Weather: Taking a mathematical view of the rain

The mechanics of rain is far more complex than simply mixing cold air with warm, moist air, and waiting for condensation to take place.

I have just been reading a 19th-century book on the weather, and it has cleared up a misconception that I have long held about the formation of rain. The fourth edition (1887) of Robert H Scott's Elementary Meteorology explains that rain can form in three ways: 1: the ascent of a current of damp air, chilled by expansion as it rises; 2: the contact of warm and damp air with the colder surface of the ground; 3: The mixture of masses of cold and hot air.

Of these, he says, the third is the least effective, and to prove the point, he quotes the words of Dr Hann, written in 1881:

"If a mass of saturated air at 77F be mixed with another at 32F, as the weights of vapour per cubic foot are 10.0 grains and 2.1 grains in the two masses respectively, the arithmetical mean temperature of the mixture (if the air be supposed dry) would be 54.5, and the arithmetical mean of the weight of vapour 6.1 grains. But at 54.5 a cubic foot of air can only contain 4.8 grains, so that from every cubic foot 1.3 grains would be condensed by a fall to that temperature. Now the condensation of 1 grain of aqueous vapour sets free 0.093 units of heat, which are available to warm up the air, so that the temperature cannot fall as low as we have supposed.
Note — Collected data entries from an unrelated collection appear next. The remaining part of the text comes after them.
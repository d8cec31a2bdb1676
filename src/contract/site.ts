import { isCode } from '#core/csv/codes.ts';
import { lengthOf, MAX_NAME_LENGTH, MAX_TEXT_LENGTH } from '#core/csv/limits.ts';
import { ElevationM, LatitudeDeg, LongitudeDeg, PermittedAzimuthsDeg } from './geography.ts';
import { listFields, listOf } from './list.ts';
import { z } from './zod.ts';

/** The most sites that one call removes or restores. */
export const MAX_SITES_AT_ONCE = 10_000;

export const SiteCode = z
  .string()
  .trim()
  .toUpperCase()
  .refine(isCode, 'A code has 2 to 8 letters or digits.')
  .meta({ description: '2 to 8 letters or digits, unique in the study', examples: ['PV'] });

export const SiteName = z
  .string()
  .trim()
  .min(1, 'A site has a name.')
  .refine((name) => lengthOf(name) <= MAX_NAME_LENGTH, `A name has up to ${MAX_NAME_LENGTH} characters.`)
  .meta({ description: 'Unique in the study, whatever its case and spacing', examples: ['Ponta do Vigia'] });

const kept = (text: string): boolean => lengthOf(text) <= MAX_TEXT_LENGTH;

export const SiteNotes = z.string().refine(kept, 'Notes have up to 2,000 characters.');

/** A figure entered for a criterion: a number, or text kept as given. */
export const EnteredValue = z.union([
  z.number(),
  z.string().refine(kept, 'A text has up to 2,000 characters.'),
]);
export type EnteredValue = z.infer<typeof EnteredValue>;

const Values = z
  .record(z.uuid(), EnteredValue)
  .meta({ description: 'Entered figures by criterion id; a number, or text for a text criterion' });

const FIGURE_FINITE = z.number('Enter a number.');
const provenanceText = z.string().trim().max(500, 'A source has up to 500 characters.');

/** What is known of an entered figure beside its likely value; what is not known is left out. */
export const FigureParticulars = z
  .strictObject({
    low: FIGURE_FINITE.optional(),
    high: FIGURE_FINITE.optional(),
    source: provenanceText.optional(),
    date: z.iso.date('A day, such as 2026-11-30.').optional(),
    confidence: z.enum(['low', 'medium', 'high']).optional(),
  })
  .meta({ id: 'FigureParticulars' });
export type FigureParticulars = z.infer<typeof FigureParticulars>;

const Particulars = z.record(z.uuid(), FigureParticulars).meta({
  description:
    'Low, high, source, date and confidence of entered figures, by criterion id; low ≤ figure ≤ high',
});

export const Site = z
  .object({
    id: z.uuid(),
    code: z.string(),
    name: z.string(),
    latitudeDeg: LatitudeDeg,
    longitudeDeg: LongitudeDeg,
    elevationM: ElevationM,
    permittedAzimuthsDeg: PermittedAzimuthsDeg,
    notes: z.string(),
    values: Values,
    particulars: Particulars,
    version: z.int(),
  })
  .meta({ id: 'Site' });
export type Site = z.infer<typeof Site>;

export const SiteListQuery = z.object(listFields);
export type SiteListQuery = z.infer<typeof SiteListQuery>;

export const SiteList = listOf(Site);
export type SiteList = z.infer<typeof SiteList>;

/** A new candidate; without a code it gets one made from its name. */
export const SiteInput = z
  .strictObject({
    code: SiteCode.optional(),
    name: SiteName,
    latitudeDeg: LatitudeDeg,
    longitudeDeg: LongitudeDeg,
    elevationM: ElevationM.default(0),
    permittedAzimuthsDeg: PermittedAzimuthsDeg.default([]),
    notes: SiteNotes.default(''),
    values: Values.default({}),
    particulars: Particulars.default({}),
  })
  .meta({ id: 'SiteInput' });
export type SiteInput = z.output<typeof SiteInput>;
export type SiteDraft = z.input<typeof SiteInput>;

/** Only what is sent changes. In `values` a null takes a figure away and what is not named stays. */
export const SitePatch = z
  .strictObject({
    code: SiteCode.optional(),
    name: SiteName.optional(),
    latitudeDeg: LatitudeDeg.optional(),
    longitudeDeg: LongitudeDeg.optional(),
    elevationM: ElevationM.optional(),
    permittedAzimuthsDeg: PermittedAzimuthsDeg.optional(),
    notes: SiteNotes.optional(),
    values: z.record(z.uuid(), EnteredValue.nullable()).optional(),
    /** Each entry replaces what was known of its figure; null takes it away. */
    particulars: z.record(z.uuid(), FigureParticulars.nullable()).optional(),
    version: z.int().optional(),
  })
  .meta({ id: 'SitePatch' });
export type SitePatch = z.infer<typeof SitePatch>;

/** Where a write left the study. */
const saved = { revision: z.int(), savedAt: z.iso.datetime() };

/** A site after a write. */
export const SavedSite = Site.extend(saved).meta({ id: 'SavedSite' });
export type SavedSite = z.infer<typeof SavedSite>;

/** What a stale write is answered with: the site as it is now, and who changed it last. */
export const ChangedSite = Site.extend({
  changedBy: z.string().nullable(),
  changedAt: z.iso.datetime().nullable(),
});
export type ChangedSite = z.infer<typeof ChangedSite>;

/** Several sites to remove, each with the version the choice was made on: all or none. */
export const SitesRemoval = z
  .strictObject({
    sites: z
      .array(z.strictObject({ id: z.uuid(), version: z.int() }))
      .min(1, 'Name the sites to remove.')
      .max(MAX_SITES_AT_ONCE),
  })
  .meta({ id: 'SitesRemoval' });
export type SitesRemoval = z.infer<typeof SitesRemoval>;

/** Removed sites to bring back, all or none. */
export const SitesRestoration = z
  .strictObject({
    siteIds: z.array(z.uuid()).min(1, 'Name the sites to bring back.').max(MAX_SITES_AT_ONCE),
  })
  .meta({ id: 'SitesRestoration' });
export type SitesRestoration = z.infer<typeof SitesRestoration>;

export const SitesRemoved = z.object({ siteIds: z.array(z.uuid()), ...saved });
export type SitesRemoved = z.infer<typeof SitesRemoved>;

export const SitesRestored = z.object({ items: z.array(Site), ...saved });
export type SitesRestored = z.infer<typeof SitesRestored>;
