import { z } from './zod.ts';

/** Geodetic latitude, −90 to 90, north positive. */
export const LatitudeDeg = z
  .number()
  .min(-90, 'A latitude lies between −90° and 90°.')
  .max(90, 'A latitude lies between −90° and 90°.')
  .meta({ description: 'Geodetic latitude (WGS 84), north positive', examples: [7.42] });

/** Longitude, −180 to 180, east positive; −180 is kept as 180. */
export const LongitudeDeg = z
  .number()
  .min(-180, 'A longitude lies between −180° and 180°.')
  .max(180, 'A longitude lies between −180° and 180°.')
  .overwrite((longitude) => (longitude === -180 ? 180 : longitude))
  .meta({ description: 'Longitude (WGS 84), east positive; −180 is kept as 180', examples: [-58.35] });

/** Height above the ellipsoid. The bounds leave room for every place on land. */
export const ElevationM = z
  .number()
  .min(-500, 'An elevation lies between −500 m and 9,000 m.')
  .max(9000, 'An elevation lies between −500 m and 9,000 m.')
  .meta({ description: 'Height above the WGS 84 ellipsoid', examples: [6] });

/** Azimuth, clockwise from north, 0 to 360. */
export const AzimuthDeg = z
  .number()
  .min(0, 'An azimuth lies between 0° and 360°.')
  .max(360, 'An azimuth lies between 0° and 360°.')
  .meta({ description: 'Azimuth, clockwise from north' });

/** Whether a sector is all round, an arc, or (from = to modulo 360) none at all. */
function isSector([from, to]: readonly [number, number]): boolean {
  return (from === 0 && to === 360) || from % 360 !== to % 360;
}

/** A sector of permitted launch azimuths, clockwise from the first bound to the second; it may pass through north. */
export const AzimuthSectorDeg = z
  .tuple([AzimuthDeg, AzimuthDeg])
  .refine(isSector, { error: 'A sector’s two bounds differ; 0 to 360 is all round.' })
  .meta({ description: 'Clockwise from the first bound to the second; [0, 360] is all round' });

export const MAX_SECTORS = 12;

/** Up to 12 sectors; none means all round. */
export const PermittedAzimuthsDeg = z
  .array(AzimuthSectorDeg)
  .max(MAX_SECTORS, `A site has up to ${MAX_SECTORS} sectors.`)
  .meta({ description: 'Permitted launch azimuths; none given means all round', examples: [[[342, 95]]] });

export type AzimuthSectorDeg = z.infer<typeof AzimuthSectorDeg>;
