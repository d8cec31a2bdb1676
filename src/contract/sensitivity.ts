/* Does the ranking hold? What GET …/sensitivity answers; src/contract/sensitivity-model.ts works it out. */
import { DEFAULT_SAMPLES } from './decide.ts';
import { RankingState } from './ranking.ts';
import { WeightsOf } from './weights.ts';
import { z } from './zod.ts';

/** Which weights are drawn: within a band about those in force, any at all, or any that keep their order. */
export const WeightModelKind = z.enum(['band', 'simplex', 'order']);
export type WeightModelKind = z.infer<typeof WeightModelKind>;

export const DEFAULT_BAND = 0.5;
export const DEFAULT_SEED = 1;
/** Draws of one analysis: a phone makes as many in some seconds. */
export const MOST_DRAWS = 100_000;
/** Sites of one analysis, best ranked first: there is a rank for each, and a pair of any two. */
export const MOST_DRAWN_SITES = 100;

const SAMPLES = `Samples run from 1 to ${MOST_DRAWS.toLocaleString('en')}.`;
const BAND = 'A band lies between 0 and 1.';
const SEED = 'A seed is a whole number from 0 to 9,007,199,254,740,991.';

/** How weights and figures are drawn. */
export const DrawQuery = z.object({
  model: WeightModelKind.default('band').meta({
    description:
      'Weights uniform within ± band × each weight; on the whole simplex; or in the order of those in force',
  }),
  band: z.coerce.number(BAND).min(0, BAND).max(1, BAND).default(DEFAULT_BAND),
  samples: z.coerce
    .number(SAMPLES)
    .int(SAMPLES)
    .min(1, SAMPLES)
    .max(MOST_DRAWS, SAMPLES)
    .default(DEFAULT_SAMPLES),
  seed: z.coerce
    .number(SEED)
    .int(SEED)
    .min(0, SEED)
    .max(Number.MAX_SAFE_INTEGER, SEED)
    .default(DEFAULT_SEED)
    .meta({
      description: 'The same seed gives the same answer to the last digit, on any machine',
    }),
});
export type DrawQuery = z.infer<typeof DrawQuery>;

export const SensitivityQuery = DrawQuery.extend({ weights: WeightsOf.default('study') });
export type SensitivityQuery = z.infer<typeof SensitivityQuery>;

const siteId = z.uuid();
const criterionId = z.uuid();

/** The weight at which the lead changes while the others keep their proportions, and who takes or joins it. */
const LeadChange = z.object({ weight: z.number(), siteId }).meta({ id: 'SensitivityLeadChange' });

export const LeaderChangeOf = z
  .object({
    criterionId,
    /** The weight in force. */
    weight: z.number(),
    below: LeadChange.nullable(),
    above: LeadChange.nullable(),
  })
  .meta({ id: 'LeaderChangeOf' });
export type LeaderChangeOf = z.infer<typeof LeaderChangeOf>;

/** One uncertain figure moved alone: the leader's margin with it at its low and at its high. */
export const TornadoBarOf = z
  .object({
    siteId,
    criterionId,
    /** In the criterion's unit. */
    low: z.number(),
    likely: z.number(),
    high: z.number(),
    /** Overall value; below 0 the lead is lost. */
    atLow: z.number(),
    atHigh: z.number(),
  })
  .meta({ id: 'TornadoBarOf' });
export type TornadoBarOf = z.infer<typeof TornadoBarOf>;

export const TornadoOf = z
  .object({ margin: z.number(), bars: z.array(TornadoBarOf) })
  .meta({ id: 'TornadoOf', description: 'Widest first' });
export type TornadoOf = z.infer<typeof TornadoOf>;

/** Closeness to the ideal and the rank it gives, best first. */
export const SecondOpinion = z
  .array(z.object({ siteId, closeness: z.number(), rank: z.int() }))
  .meta({ id: 'SecondOpinion' });
export type SecondOpinion = z.infer<typeof SecondOpinion>;

export const Dominance = z
  .object({
    /** Sites that no other is at least as good as on every criterion and better on one. */
    nonDominated: z.int(),
    dominated: z.array(z.object({ siteId, by: siteId })),
  })
  .meta({ id: 'Dominance' });
export type Dominance = z.infer<typeof Dominance>;

export const SiteAcceptability = z
  .object({
    siteId,
    /** Share of draws at rank 1, 2, …, and the standard error of each. */
    shares: z.array(z.number()),
    errors: z.array(z.number()),
    /** Mean weights under which the site leads, by criterion id; null where it never does. */
    centralWeights: z.record(criterionId, z.number()).nullable(),
    /** Share of draws of the figures in which it leads under its central weights, and its standard error. */
    confidence: z.number().nullable(),
    confidenceError: z.number().nullable(),
    /** Share of draws in which it stands above each site, in the order of the sites; null for itself. */
    wins: z.array(z.number().nullable()),
  })
  .meta({ id: 'SiteAcceptability' });
export type SiteAcceptability = z.infer<typeof SiteAcceptability>;

export const AcceptabilityOf = z
  .object({
    model: WeightModelKind,
    /** Of the band alone. */
    band: z.number().nullable(),
    /** Ids of the criteria, the most important first; of the order alone. */
    order: z.array(criterionId).nullable(),
    samples: z.int(),
    seed: z.int(),
    uncertainFigures: z.int(),
    /** Ranked sites beyond the best hundred, which are not drawn. */
    sitesLeftOut: z.int(),
    sites: z.array(SiteAcceptability),
  })
  .meta({ id: 'AcceptabilityOf' });
export type AcceptabilityOf = z.infer<typeof AcceptabilityOf>;

export const Sensitivity = z
  .object({
    revision: z.int(),
    weights: WeightsOf,
    state: RankingState,
    /** Ranked sites, best first; the others play no part. */
    sites: z.array(
      z.object({ siteId, code: z.string(), name: z.string(), rank: z.int(), value: z.number() }),
    ),
    criteria: z.array(z.object({ criterionId, name: z.string(), weight: z.number() })),
    /** Criteria without weight for which a ranked site has no figure: they play no part. */
    criteriaLeftOut: z.array(criterionId),
    /** These are null where fewer than two sites are ranked. */
    leaderChanges: z.array(LeaderChangeOf).nullable(),
    tornado: TornadoOf.nullable(),
    topsis: SecondOpinion.nullable(),
    dominance: Dominance.nullable(),
    acceptability: AcceptabilityOf.nullable(),
  })
  .meta({ id: 'Sensitivity' });
export type Sensitivity = z.infer<typeof Sensitivity>;
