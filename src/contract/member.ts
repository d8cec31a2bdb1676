import { listOf } from './list.ts';
import { StudyRole } from './study.ts';
import { z } from './zod.ts';

export const MemberEmail = z
  .string()
  .trim()
  .toLowerCase()
  .max(254, 'A mail address has up to 254 characters.')
  .pipe(z.email('This is no mail address: it needs a name, an @ and a domain.'));

/** Someone in a study: active, pending (an address without an account yet) or deactivated by an administrator. */
export const StudyMember = z
  .object({
    id: z.uuid(),
    email: z.string(),
    name: z.string().nullable(),
    role: StudyRole,
    standing: z.enum(['active', 'pending', 'deactivated']),
    you: z.boolean(),
    addedAt: z.iso.datetime(),
    version: z.int(),
  })
  .meta({ id: 'StudyMember' });
export type StudyMember = z.infer<typeof StudyMember>;

export const MemberList = listOf(StudyMember);
export type MemberList = z.infer<typeof MemberList>;

export const MemberInput = z
  .strictObject({ email: MemberEmail, role: StudyRole })
  .meta({ id: 'MemberInput' });
export type MemberInput = z.infer<typeof MemberInput>;

export const MemberPatch = z
  .strictObject({ role: StudyRole, version: z.int().optional() })
  .meta({ id: 'MemberPatch' });
export type MemberPatch = z.infer<typeof MemberPatch>;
"In fact, calculation shows that the temperature of the mixture would be 58.7 (instead of 54.5), and the weight of vapour condensed would be only 0.6 grains per cubic foot. The amount of rain such a condensation would produce would be quite insignificant; a column of air 1,000 feet in height yielding only about 600 grains, or one-twelfth of a pound of water, per square foot of section. This would correspond to a rainfall of .048 inch - not quite half a tenth of an inch."

The calculation - based on condition more extreme than are likely to occur naturally - is convincing and shows that the simple model of warm and cool air mixing to form rain simply does not explain things. The modern theory of supercooled water droplets forming ice crystals in columns of warm rising air was only developed much more recently, but it is interesting to know that even 100 years ago they knew the old model was wrong.

They also understood the effect of the latent heat reduced when water vapour turns to rain. Water cannot turn into vapour at the same temperature without the application of some form of energy. This is why evaporation has a cooling effect. And when vapour condenses into water again, it releases the same amount of energy, which may warm up the air.